* _ABOUT THIS TASK_:
Transcribe the records below exactly, from their first line through the line containing "machine: every instruction". Omit every line after it.

* _THE INPUT_:

"""Control lines as the builder names them, gated lines, named ring stages, and wear
counted on the fast path.

The expected counts of ``WIRING`` are worked out by hand from
tests/machines/wire8.toml's steps (common practice for a micro-coded
machine: every instruction is its fetch step, then its own steps, one a
cycle); the waveform is read back with vcdvcd, a VCD parser from PyPI
independent of pyvcd, which writes it.
"""

from __future__ import annotations

import json
from pathlib import Path

import pytest
from hypothesis import given, settings
from hypothesis import strategies as st
from vcdvcd import VCDVCD

from emu import Emulator, MachineError, Observer, machine_from_text
from emu.testing import programs, run_resuming
from emu.timing import count_wear, format_wear, record_vcd

from cli_support import cli
from debugger_programs import session_for
from engine_support import MACHINES, boot, skip_unless_properties_run

WIRE8_PATH = Path(__file__).parent / "machines" / "wire8.toml"
WIRE8_TEXT = WIRE8_PATH.read_text()
WIRE8 = MACHINES["wire8"]

WIRING = [
    0x10, 0x01,   # 0: li 1       a = 1
    0x20,         # 2: add        a = 1 + 0: z = 0, c = 0
    0x40, 0x00,   # 3: jz 0       not taken: only pc-inc fires
    0x50,         # 5: dec        a = 0: z = 1
    0x40, 0x09,   # 6: jz 9       taken: mem-rd and ld-pc fire
    0x00,         # 8: mov        jumped over
    0x80, 0x01,   # 9: out 1      an odd port: lamp-strobe fires
    0x80, 0x00,   # 11: out 0     an even port: it does not
    0xF0, 0x02,   # 13: neg       c was 0: carry-in does not fire
    0x50,         # 15: dec       a = 0xFF, the borrow sets c
    0xF0, 0x02,   # 16: neg       c is 1: carry-in fires; a = 1, c = 1
    0x61,         # 18: skc 1     f & c: seq-end fires, the instruction ends
    0x60,         # 19: skc 0     runs on: pc-inc, skipping 20
    0x00,         # 20: mov       skipped
    0xFF,         # 21: stop
]
WIRING_CYCLES = 31        # 13 instructions: five of 3 cycles, eight of 2
WIRING_LINES = {"mem-rd": 19, "ld-ir": 13, "pc-inc": 20, "ld-a": 6, "sel-b": 1, "alu-add": 1, "alu-dec": 2,
                "ld-pc": 1, "ld-t": 4, "io-wr": 2, "lamp-strobe": 1, "alu-sub": 2, "carry-in": 1, "seq-end": 1,
                "halt-set": 1, "load b": 0, "zero-a": 0, "seq-back": 0}


def refusal(old: str, new: str) -> str:
    assert old in WIRE8_TEXT, old
    with pytest.raises(MachineError) as caught:
        machine_from_text(WIRE8_TEXT.replace(old, new, 1), "wire8.toml")
    return str(caught.value)


LI_STEP = '{ do = "a <- mem[pc]; pc <- pc + 1", lines = ["mem-rd", "ld-a", "pc-inc"] }'


@pytest.mark.parametrize("new, message", [
    ('{ do = "a <- mem[pc]; pc <- pc + 1", lines = ["mem rd"] }',
     "wire8.toml:75: error: instruction 'li k' step 2: 'lines' holds 'mem rd': a control line is a name of "
     "letters, digits, '-' and '_', optionally followed by 'if CONDITION' (\"ld-pc if z\")"),
    ('{ do = "a <- mem[pc]; pc <- pc + 1", lines = ["ld-a if q"] }',
     "wire8.toml:75: error: instruction 'li k' step 2: line 'ld-a' if q: unknown register or field 'q' "
     "(registers: a, b, pc, ir, t; fields: k)"),
    ('{ do = "a <- mem[pc]; pc <- pc + 1", lines = ["ld-a if a"] }',
     "wire8.toml:75: error: instruction 'li k' step 2: line 'ld-a' if a: a condition operand must be 1 bit "
     "wide (a flag, a 1-bit register or field, or a slice like x[0]), but 'a' has 8"),
    ('{ do = "a <- mem[pc]; pc <- pc + 1", lines = ["ld-a if z &"] }',
     "wire8.toml:75: error: instruction 'li k' step 2: line 'ld-a': cannot read the line's condition at "
     "column 3 (expected '!',"),
    ('{ do = "a <- mem[pc]; pc <- pc + 1", lines = ["ld-a if in(2)[0]"] }',
     "wire8.toml:75: error: instruction 'li k' step 2: line 'ld-a' if in(2)[0]: a line's condition may not "
     "read an input port (a read takes a byte from the input)"),
    ('{ do = "a <- mem[pc]; pc <- pc + 1", lines = ["ld-a", "ld-a if z"] }',
     "wire8.toml:75: error: instruction 'li k' step 2: 'lines' names the line 'ld-a' twice"),
    ('{ do = "a <- mem[pc]; pc <- pc + 1", lines = "ld-a" }',
     "wire8.toml:75: error: instruction 'li k' step 2: 'lines' must be a list of control line names "
     "(\"ld-a\", or \"ld-pc if z\"), not 'ld-a'"),
    ('{ do = "a <- mem[pc]; pc <- pc + 1", line = ["ld-a"] }',
     "wire8.toml:75: error: instruction 'li k' step 2: unknown key 'line' in a step table (expected one of: "
     "do, lines)"),
    ('{ lines = ["ld-a"] }',
     "wire8.toml:75: error: instruction 'li k' step 2: a step table needs 'do', the micro-step "
     "(e.g. { do = \"a <- t\", lines = [\"ld-a\"] })"),
], ids=["a space in a name", "an unknown flag", "an 8-bit register", "a broken condition", "an input port",
        "a line twice", "lines not a list", "an unknown key", "no do"])
def test_a_bad_step_table_is_refused_at_its_place(new, message):
    assert refusal(LI_STEP, new).startswith(message)


def test_an_idle_step_names_no_lines():
    message = refusal('{ do = "a <- add(a, b) sets z c"', '{ do = "idle"')
    assert message == ("wire8.toml:80: error: instruction 'add' step 2: an idle step drives no control line: "
                       "leave out 'lines' or give it statements")


def test_a_gate_may_not_read_a_field_before_its_word_is_fetched():
    old = '{ do = "t <- mem[pc]; pc <- pc + 1", lines = ["mem-rd", "ld-t", "pc-inc"] },\n    { do = "out(t, a)"'
    new = '{ do = "t <- mem[pc]; pc <- pc + 1", lines = ["mem-rd", "ld-t if p[0]", "pc-inc"] },\n    { do = "out(t, a)"'
    assert "instruction 'out p' step 2: line 'ld-t' if p[0]: field 'p'" in refusal(old, new)


@pytest.mark.parametrize("new, message", [
    ('stage_names = ["A", "B"]', "[clock]: 'stage_names' names 2 stages, but the ring has 3 ('stages')"),
    ('stage_names = ["A", "B", "A"]', "[clock]: 'stage_names' names two stages 'A'; each stage needs a name "
                                      "of its own"),
    ('stage_names = ["A", "B", "stage 3"]', "[clock]: 'stage_names' must be a list of 3 stage names (letters, "
                                            "digits, '-', '_'), one per ring stage, not a list holding 'stage 3'"),
    ('stage_names = ["A", "B", "ld-a"]', "[clock]: 'stage_names' names a stage 'ld-a', which is also a control "
                                         "line of the machine (wear and waveforms name relays by these names)"),
], ids=["too few", "twice", "a space", "a line's name"])
def test_bad_stage_names_are_refused_with_the_clock_section_named(new, message):
    assert message in refusal('stage_names = ["A", "B", "C"]', new)


def test_wear_ratings_name_builder_lines_and_named_stages():
    assert WIRE8.wear.life("ld-a") == 5_000_000 and WIRE8.wear.life("A") == 20_000_000
    assert "no relay named 'stage 1' (relays: A, B, C, mem-rd," in refusal("A = 20_000_000",
                                                                           '"stage 1" = 20_000_000')


def test_a_decode_group_shares_the_lines_of_its_shared_steps_too():
    old = ('syntax = "neg"\ndecode_words = 2\nencoding = ["11110000", "00000010"]\nsteps = [\n'
           '    { do = "t <- mem[pc]; pc <- pc + 1", lines = ["mem-rd", "ld-t", "pc-inc"] },')
    message = refusal(old, old.replace('"ld-t", "pc-inc"', '"ld-t", "pc-up"'))
    assert "must be the same text, driving the same control lines; they differ" in message


def test_isa_lists_each_step_with_its_lines_and_gates(capsys):
    code, out, _ = cli(capsys, "isa", "--machine", WIRE8_PATH)
    assert code == 0
    assert "   1  ir <- mem[pc]; pc <- pc + 1   [mem-rd, ld-ir, pc-inc]" in out
    assert "   2  pc <- z ? mem[pc] : pc + 1   [mem-rd if z, ld-pc if z, pc-inc if !z]" in out
    assert "   2  b <- a   [load b]" in out          # no lines given: the derived names stay
    code, out, _ = cli(capsys, "isa", "--json", "--machine", WIRE8_PATH, "jz")
    step = json.loads(out)["instructions"][0]["steps"][0]
    assert step["control_lines"] == [] and step["gated_lines"][1] == {"line": "ld-pc", "if": "z"}


class _Watching(Observer):
    """Any observer: attached, it makes the engine step phase by phase."""


@pytest.mark.parametrize("stepped", [False, True], ids=["fast path", "phase by phase"])
def test_wear_counts_gated_lines_only_when_they_fire(stepped):
    emu = boot(WIRE8, WIRING)
    if stepped:
        emu.observe(_Watching())
    with count_wear(emu) as wear:
        assert emu.run(max_cycles=1000).kind == "halted"
    assert emu.cycles == WIRING_CYCLES and emu.get("a") == 1
    counts = wear.counts
    assert {line: counts[line] for line in WIRING_LINES} == WIRING_LINES
    assert (counts["A"], counts["B"], counts["C"]) == (31, 31, 31) and wear.pulses == 31
    report = wear.report()
    # every pulse operates B and C (rated 10 million); A is rated 20 million, ld-a 5 million but
    # operates on 6 pulses of 31
    assert report["wears_first"] == ["B", "C"]
    assert "\n  ld-a " in format_wear(report, top=20)


def test_the_waveform_names_stages_and_lines_and_pulses_a_gated_line_when_it_fires(tmp_path):
    emu = boot(WIRE8, WIRING)
    path = tmp_path / "wiring.vcd"
    with record_vcd(emu, path):
        emu.run(max_cycles=1000)
    vcd = VCDVCD(str(path))
    rises = {name: sum(1 for t, v in vcd[f"wire8.lines.{name}"].tv if t > 0 and v == "1")
             for name in ("lamp-strobe", "carry-in", "ld-pc", "pc-inc", "seq-end", "load_b")}
    assert rises == {"lamp-strobe": 1, "carry-in": 1, "ld-pc": 1, "pc-inc": 20, "seq-end": 1, "load_b": 0}
    assert {"wire8.ring.A", "wire8.ring.B", "wire8.ring.C"} <= set(vcd.signals)
    # the strobe is up for the pulse of out 1's second own step: cycles 12 and 13 are out 1's
    unit_ns = round(vcd.timescale["timescale"] * 10 ** 9)   # the dump's own $timescale
    strobe = [(t * unit_ns, v) for t, v in vcd["wire8.lines.lamp-strobe"].tv if t > 0]
    cycle_ns = WIRE8.cycle_ns
    assert strobe == [(12 * cycle_ns + 20_000_000, "1"), (13 * cycle_ns, "0")]


def test_scope_and_panel_show_named_stages_and_the_lines_that_fire(tmp_path, monkeypatch):
    monkeypatch.chdir(tmp_path)
    session = session_for(tmp_path, "        li 1\n        add\n        jz 0\n        stop\n",
                          machine=WIRE8, name="wiring.asm")
    session.execute("throw run")
    session.execute("go")
    assert "next drives mem-rd, ld-ir, pc-inc\n" in session.execute("panel")
    rows = session.execute("scope 8").splitlines()
    named = {row.split()[0] for row in rows[1:] if row.strip() and not row.startswith(" ")}
    assert {"A", "B", "C", "pc-inc", "sel-b", "alu-add"} <= named
    assert "ld-pc" not in named            # jz 0 did not jump: its gated lines never fired


def test_the_next_step_drives_its_gated_lines_by_the_present_state():
    emu = boot(WIRE8, [0x40, 0x05])     # jz 5
    emu.run(max_cycles=1)                # the fetch: jz's own step is next
    assert emu.sequencer[1] == 1
    assert emu.driven_lines() == ("pc-inc",)
    emu.set("z", 1)
    assert emu.driven_lines() == ("mem-rd", "ld-pc")


@pytest.mark.parametrize("machine_name", sorted(MACHINES))
def test_wear_counted_on_the_fast_path_equals_the_count_phase_by_phase(machine_name):
    machine = MACHINES[machine_name]
    skip_unless_properties_run(machine)
    _fast_and_stepped_wear_agree(machine)


@settings(max_examples=40, deadline=None)
@given(data=st.data(), cycles=st.integers(1, 2000), hot=st.booleans())
def _fast_and_stepped_wear_agree(machine, data, cycles, hot):
    """``hot``: blocks are translated from the first visits on (else the run is too short for them)."""
    words = data.draw(programs(machine))
    fast, stepped = boot(machine, words), boot(machine, words)
    stepped.observe(_Watching())
    with count_wear(fast) as fast_wear, count_wear(stepped) as stepped_wear:
        if hot:
            fast_wear.tally.blocks.warm_up, fast_wear.tally.blocks.threshold = 0, 2
        assert run_resuming(fast, cycles) == run_resuming(stepped, cycles)
    assert fast_wear.counts == stepped_wear.counts
    assert fast_wear.pulses == stepped_wear.pulses == fast.cycles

* _OUTPUT OF THE TASK_:
"""Control lines as the builder names them, gated lines, named ring stages, and wear
counted on the fast path.

The expected counts of ``WIRING`` are worked out by hand from
tests/machines/wire8.toml's steps (common practice for a micro-coded
machine: every instruction is its fetch step, then its own steps, one a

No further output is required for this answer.